New Delhi: Rating agency Icra Ltd expects the GDPI of the general insurance industry to grow 10-12% on a year-on-year basis in FY13, led by higher growth in health and commercial business sectors as well as awareness of medical insurance and This will be due to increase in economic activities.
The industry’s Gross Direct Premium Income (GDPI) growth has recovered to an estimated 11% in FY12 as compared to a growth of 4% in the previous year on resumption of economic activities already following a decline in Covid-19 infections Had happened.
The GDPI of PSU insurers is expected to grow marginally at 4-6% in the current financial year, while that of private insurers is estimated at 13-15%. However, economic uncertainty due to structural challenges in the automobile industry and rising commodity prices amid geopolitical crises have reduced the risk to this growth rate.
“The GDPI of private sector insurers grew at a faster rate of 14% (E) in FY 2022 as compared to the 5% (E) growth witnessed by Public Sector Undertaking (PSU) insurers. Gross premium from health segment experienced a growth of 26% in 11M FY2022, while fire segment premium grew by 8% in 11M FY2022 despite partial lockdown across the country. After declining in FY2021, the motor business posted a muted 11.4% growth in FY2022 on a lower basis due to structural challenges in the automobile industry. However, the GDPI from the crop business declined by 20% in 11M FY2022, mainly due to a significant drop in the PSU business,” said Sahil Udani, assistant vice president and sector head, financial sector ratings, Icra.
ICRA analyzed the performance of 18 general insurance companies during FY12, which collectively represent nearly 90% of the industry-wide Gross Direct Premium (GDPW). Of these, four were from the public sector and 14 were from the private sector. Industry performance includes all players in the general insurance industry, while the Financial Performance Analysis section and outlook pertains to the 18 entities listed earlier.
With the rise in health claims, the combined ratio across the industry deteriorated to 119% in 9M FY21 from 112% in 9M FY22. Covid claims accounted for 6% of the total number of health claims paid in FY 2011 and are expected to be 11-12% of the total number of health claims paid in FY 2012. The combined ratio for the industry is expected to improve in FY13, driven by lower health claims and a potential improvement in risk pricing by insurers.
Icra expects the combined ratio for PSU insurers to moderate marginally to 124-126% in FY12 from 124-126% in FY12, supported by various cost-cutting measures directed by the Center and improved claims performance Is. However, PSU insurers expect net losses to continue in FY23, with negative RoAEs. Private players with better risk pricing and underwriting practices are expected to report a combined ratio of 106-108% in FY2023, with RoAE at 12-14%.

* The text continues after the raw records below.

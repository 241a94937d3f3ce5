"""Run many renders of one patch: in this process, across local processes, or on Dask.

Sweeps, spreads and tuning are loops of renders that differ only in overrides. Each
render is described by a :class:`Job` (a patch file, its ``REF.param=value``
overrides, the render options and optional moving parameters) and
:func:`run_jobs` returns each job's render report (the JSON dict of
:func:`sim.render.render`) in job order.

Where the renders run does not change what they give: every job loads its patch
from the file, compiles and simulates from power-on on its own, with no state shared
between jobs, so a job's report is the same number for number whichever process,
machine or order runs it. Executors:

- ``"local"`` (default): ``workers`` processes of this machine (``workers=1`` runs in
  this process, which is also what a single job does);
- ``"dask:ADDRESS"``: an existing ``dask.distributed`` scheduler (``dask:tcp://host:8786``);
  its workers need halfrail installed and must see the patch files at the same paths
  (a shared folder). Needs the optional ``cluster`` extra.
"""

from __future__ import annotations

import dataclasses
import multiprocessing
import os
import threading
from collections.abc import Sequence
from concurrent.futures import FIRST_COMPLETED, ProcessPoolExecutor, wait
from dataclasses import dataclass

import numpy as np

from sim.errors import HalfrailError, UsageError
from sim.fileio import json_safe
from sim.render import RenderOptions

#: Executor names: local processes, or a Dask scheduler given as ``dask:ADDRESS``.
LOCAL = "local"
DASK_PREFIX = "dask:"

#: Seconds to wait for a Dask scheduler to answer before giving up with a clear message
#: (a scheduler on the same network answers in well under a second; this leaves room for
#: a busy one without making a typo in the address hang for long).
DASK_CONNECT_SECONDS = 10.0

#: Key added to a report by ``keep_audio=True``: the listening signal at the WAV's rate
#: in volts, as a float64 array of shape (samples,).
AUDIO_KEY = "audio_volts"

#: How a failed job travels back from a worker: a plain dict with this key (exceptions
#: of our own are turned into text in the worker, so no class has to unpickle there).
_FAILED = "__halfrail_failed__"

#: Loading the compiled kernel is done once per process; threads of an in-process Dask
#: worker share the process, so the first load is guarded.
_KERNEL_LOCK = threading.Lock()


@dataclass(frozen=True)
class Job:
    """One render of a batch.

    patch_path: the patch file (read by whichever process runs the job).
    overrides: ``"REF.param=value"`` strings, applied on top of the file's own values
        as ``--set`` does.
    opts: render options (seconds, settle, rate_hz, quality...); the progress bar of a
        single render is always off inside a batch.
    moves: moving parameters (:class:`sim.render.Move`) added to ``opts.moves``.
    """

    patch_path: str
    overrides: tuple[str, ...] = ()
    opts: RenderOptions = dataclasses.field(default_factory=RenderOptions)
    moves: tuple = ()

    def describe(self) -> str:
        """``R3.value=47k, supply.volts=7.5`` (or ``as written``) for messages."""
        shown = [*self.overrides, *(f"move {move}" for move in self.moves)]
        return ", ".join(shown) if shown else "as written"


class JobError(HalfrailError):
    """A job of a batch failed; the message names the job's overrides.

    ``exit_status`` is the failed job's own (2 for a patch or option problem, 3 for the
    solver), so the command exits as a single render would have.
    """

    def __init__(self, message: str, *, index: int, job: Job, exit_status: int):
        self.index, self.job, self.exit_status = index, job, exit_status
        super().__init__(message)


def _load_kernel() -> None:
    from sim import kernel

    with _KERNEL_LOCK:
        kernel.load()


def probe_measures(report: dict, probe: str | None) -> dict:
    """The measures of a render report at ``probe`` (None: the listening signal)."""
    return report["listen"] if probe is None else report["probes"][probe]


def render_job(job: Job, keep_audio: bool = False) -> dict:
    """Render ``job`` in this process (nothing written) and return its report.

    The report is plain JSON data (:func:`sim.fileio.json_safe`); with ``keep_audio`` it
    also holds ``AUDIO_KEY``: the listening signal at ``opts.rate_hz`` in volts, shape
    (samples,), for joining renders into one WAV. Raises the job's HalfrailError.
    """
    from sim.patch import load_patch
    from sim.render import render

    _load_kernel()
    opts = dataclasses.replace(job.opts, progress=False, wav=keep_audio,
                               moves=tuple(job.opts.moves) + tuple(job.moves))
    patch = load_patch(job.patch_path, job.overrides)
    result = render(patch, opts=opts, write=False)
    report = json_safe(result.report)
    if keep_audio:
        report[AUDIO_KEY] = np.asarray(result.audio_volts, dtype=np.float64)
    return report


def _worker(job: Job, keep_audio: bool) -> dict:
    """:func:`render_job` for any process: our errors come back as plain data."""
    try:
        return render_job(job, keep_audio)
    except HalfrailError as error:
        return {_FAILED: str(error), "exit_status": error.exit_status}


def _checked(index: int, job: Job, report: dict) -> dict:
    """``report``, or a JobError naming the job when the worker sent back a failure."""
    if _FAILED in report:
        raise JobError(f"run {index + 1} ({job.describe()}): {report[_FAILED]}", index=index,
                       job=job, exit_status=report["exit_status"])
    return report


def check_executor(executor: str) -> str | None:
    """The Dask address of ``executor``, or None for ``"local"``; UsageError otherwise."""
    if executor == LOCAL:
        return None
    if executor.startswith(DASK_PREFIX) and executor[len(DASK_PREFIX):].strip():
        return executor[len(DASK_PREFIX):].strip()
    raise UsageError(f"unknown executor {executor!r}: expected {LOCAL!r} or "
                     f"'{DASK_PREFIX}ADDRESS' (an existing Dask scheduler, such as "
                     f"{DASK_PREFIX}tcp://127.0.0.1:8786)")


def default_workers() -> int:
    """Local worker processes when none are asked for: one per core."""
    return os.cpu_count() or 1


def run_jobs(jobs: Sequence[Job], workers: int | None = None, executor: str = LOCAL,
             progress: bool = True, label: str = "", keep_audio: bool = False) -> list[dict]:
    """Render every job (nothing written) and return each render report, in job order.

    workers: local processes (default :func:`default_workers`); 1 runs in this
    process; ignored by Dask, whose cluster decides. executor: ``"local"`` or
    ``"dask:ADDRESS"`` (an existing dask.distributed scheduler). The reports are the
    same whichever executor and however many workers. progress: a bar over the jobs,
    labelled ``label``. keep_audio: add ``AUDIO_KEY`` to each report (see
    :func:`render_job`). A failed job raises :class:`JobError` naming its overrides;
    an unreachable scheduler or a bad option raises UsageError.
    """
    jobs = list(jobs)
    address = check_executor(executor)
    if workers is None:
        workers = default_workers()
    if not (isinstance(workers, int) and workers >= 1):
        raise UsageError(f"--workers must be a whole number of at least 1, got {workers!r}")
    for job in jobs:
        job.opts.check()
    if not jobs:
        return []
    bar = _bar(len(jobs), progress, label)
    try:
        if address is not None:
            return _run_dask(jobs, address, keep_audio, bar)
        if workers == 1 or len(jobs) == 1:
            return _run_here(jobs, keep_audio, bar)
        return _run_processes(jobs, min(workers, len(jobs)), keep_audio, bar)
    finally:
        bar.close()


def _bar(total: int, progress: bool, label: str):
    from tqdm import tqdm

    return tqdm(total=total, desc=label or "renders", unit="render", disable=not progress)


def _run_here(jobs: list[Job], keep_audio: bool, bar) -> list[dict]:
    out = []
    for index, job in enumerate(jobs):
        out.append(_checked(index, job, _worker(job, keep_audio)))
        bar.update(1)
    return out


def _context():
    """Start method of local workers: fork where it exists, so each worker inherits the
    compiled kernel already loaded here instead of loading it again (about a second)."""
    methods = multiprocessing.get_all_start_methods()
    return multiprocessing.get_context("fork" if "fork" in methods else "spawn")


def _run_processes(jobs: list[Job], workers: int, keep_audio: bool, bar) -> list[dict]:
    _load_kernel()
    results: list[dict | None] = [None] * len(jobs)
    pool = ProcessPoolExecutor(max_workers=workers, mp_context=_context())
    try:
        pending = {pool.submit(_worker, job, keep_audio): index for index, job in enumerate(jobs)}
        while pending:
            done, _ = wait(pending, return_when=FIRST_COMPLETED)
            for future in done:
                index = pending.pop(future)
                results[index] = _checked(index, jobs[index], future.result())
                bar.update(1)
    finally:
        pool.shutdown(wait=True, cancel_futures=True)
    return results


def _run_dask(jobs: list[Job], address: str, keep_audio: bool, bar) -> list[dict]:
    try:
        from dask.distributed import Client, as_completed
    except ImportError as error:
        raise UsageError("--executor dask:... needs the optional Dask library: "
                         "pip install 'halfrail[cluster]'") from error
    try:
        client = Client(address, timeout=DASK_CONNECT_SECONDS, set_as_default=False)
    except (OSError, TimeoutError) as error:
        raise UsageError(f"cannot reach the Dask scheduler at {address} within "
                         f"{DASK_CONNECT_SECONDS:g} s: {error}") from error
    results: list[dict | None] = [None] * len(jobs)
    # Workers may run in another folder: give them the patch's full path.
    sent = [dataclasses.replace(job, patch_path=os.path.abspath(job.patch_path)) for job in jobs]
    try:
        futures = [client.submit(_worker, job, keep_audio, pure=False) for job in sent]
        index_of = {future.key: index for index, future in enumerate(futures)}
        for future in as_completed(futures, loop=client.loop):
            index = index_of[future.key]
            results[index] = _checked(index, jobs[index], future.result())
            bar.update(1)
    finally:
        client.close()
    return results
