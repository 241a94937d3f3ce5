"""The ``halfrail`` program's entry point: the command line, with the garbage collector
off while the engine is imported (see ``sim.cli.UNCOLLECTED_COMMANDS``).

Kept apart from :mod:`sim.cli` because importing that module imports the engine (numpy,
numba and the kinds of part: about half a second), before any of its code can run.
"""

from __future__ import annotations

import gc


def main() -> int:
    gc.disable()  # sim.cli.main turns it back on for the commands that collect
    from sim.cli import main as run

    return run()
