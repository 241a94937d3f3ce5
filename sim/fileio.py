"""Write output files without ever leaving a half-written file behind.

Every output (WAV, PNG, JSON, text) is first written to a hidden temporary file in
the same folder as its destination and then renamed onto it with :func:`os.replace`,
which is atomic on one file system: a reader sees either the old file or the new
one, never a truncated mix, and a crash mid-write leaves the user's file untouched.
"""

from __future__ import annotations

import contextlib
import json
import math
import os
import secrets
from collections.abc import Iterator, Mapping
from pathlib import Path
from typing import Any

import numpy as np

#: Random hex digits in a temporary name: 8 bytes make a clash between two writers
#: of the same file practically impossible.
_TEMP_TOKEN_BYTES = 8


@contextlib.contextmanager
def atomic_path(path: str | os.PathLike) -> Iterator[Path]:
    """Yield a temporary path beside ``path``; rename it onto ``path`` on success.

    The temporary name is hidden (leading dot) and keeps the destination's suffix,
    so writers that choose the format from the suffix (soundfile) still
    do the right thing.  If the ``with`` body raises, the temporary file is removed
    and the exception propagates; ``path`` is left as it was.  The folder must exist.
    """
    final = Path(path)
    token = secrets.token_hex(_TEMP_TOKEN_BYTES)
    temp = final.with_name(f".{final.stem}.{token}.partial{final.suffix}")
    try:
        yield temp
        os.replace(temp, final)
    except BaseException:
        with contextlib.suppress(FileNotFoundError):
            os.remove(temp)
        raise


def json_safe(obj: Any) -> Any:
    """Return ``obj`` as plain JSON data: NaN and +-inf become ``None``.

    numpy scalars and arrays become Python numbers and lists, tuples become lists,
    mapping keys become strings.
    """
    if isinstance(obj, Mapping):
        return {str(key): json_safe(value) for key, value in obj.items()}
    if isinstance(obj, (list, tuple)):
        return [json_safe(value) for value in obj]
    if isinstance(obj, np.ndarray):
        return json_safe(obj.tolist())
    if isinstance(obj, (bool, np.bool_)):
        return bool(obj)
    if isinstance(obj, (int, np.integer)):
        return int(obj)
    if isinstance(obj, (float, np.floating)):
        value = float(obj)
        return value if math.isfinite(value) else None
    return obj


def write_text(path: str | os.PathLike, text: str) -> Path:
    """Write ``text`` as UTF-8 to ``path`` atomically; return the path."""
    with atomic_path(path) as temp:
        temp.write_text(text, encoding="utf-8")
    return Path(path)


def write_json(path: str | os.PathLike, obj: Any) -> Path:
    """Write ``obj`` as indented JSON (indent 2, UTF-8) atomically; return the path.

    Non-finite floats (NaN, +-inf) are written as ``null`` so the file is strict
    JSON that every reader accepts.
    """
    text = json.dumps(json_safe(obj), indent=2, ensure_ascii=False, allow_nan=False)
    return write_text(path, text + "\n")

“With the fall in the combined ratio, PSU insurers reported higher net loss in 9MFY2022. To enhance the solvency profile, the Government of India (GoI) infused fresh equity capital of Rs. 5,000 crore in vulnerable PSU insurers in March 2022. Accordingly, ICRA expects the solvency position of PSU insurers to be ~1.67x or ~1.39x by March 31, 2022, considering 100% or 50% Fair Value Change Account (FVCA). tolerance, respectively. The rating agency expects government support in the form of regulatory tolerance or fresh capital to weak PSU insurers in FY2023.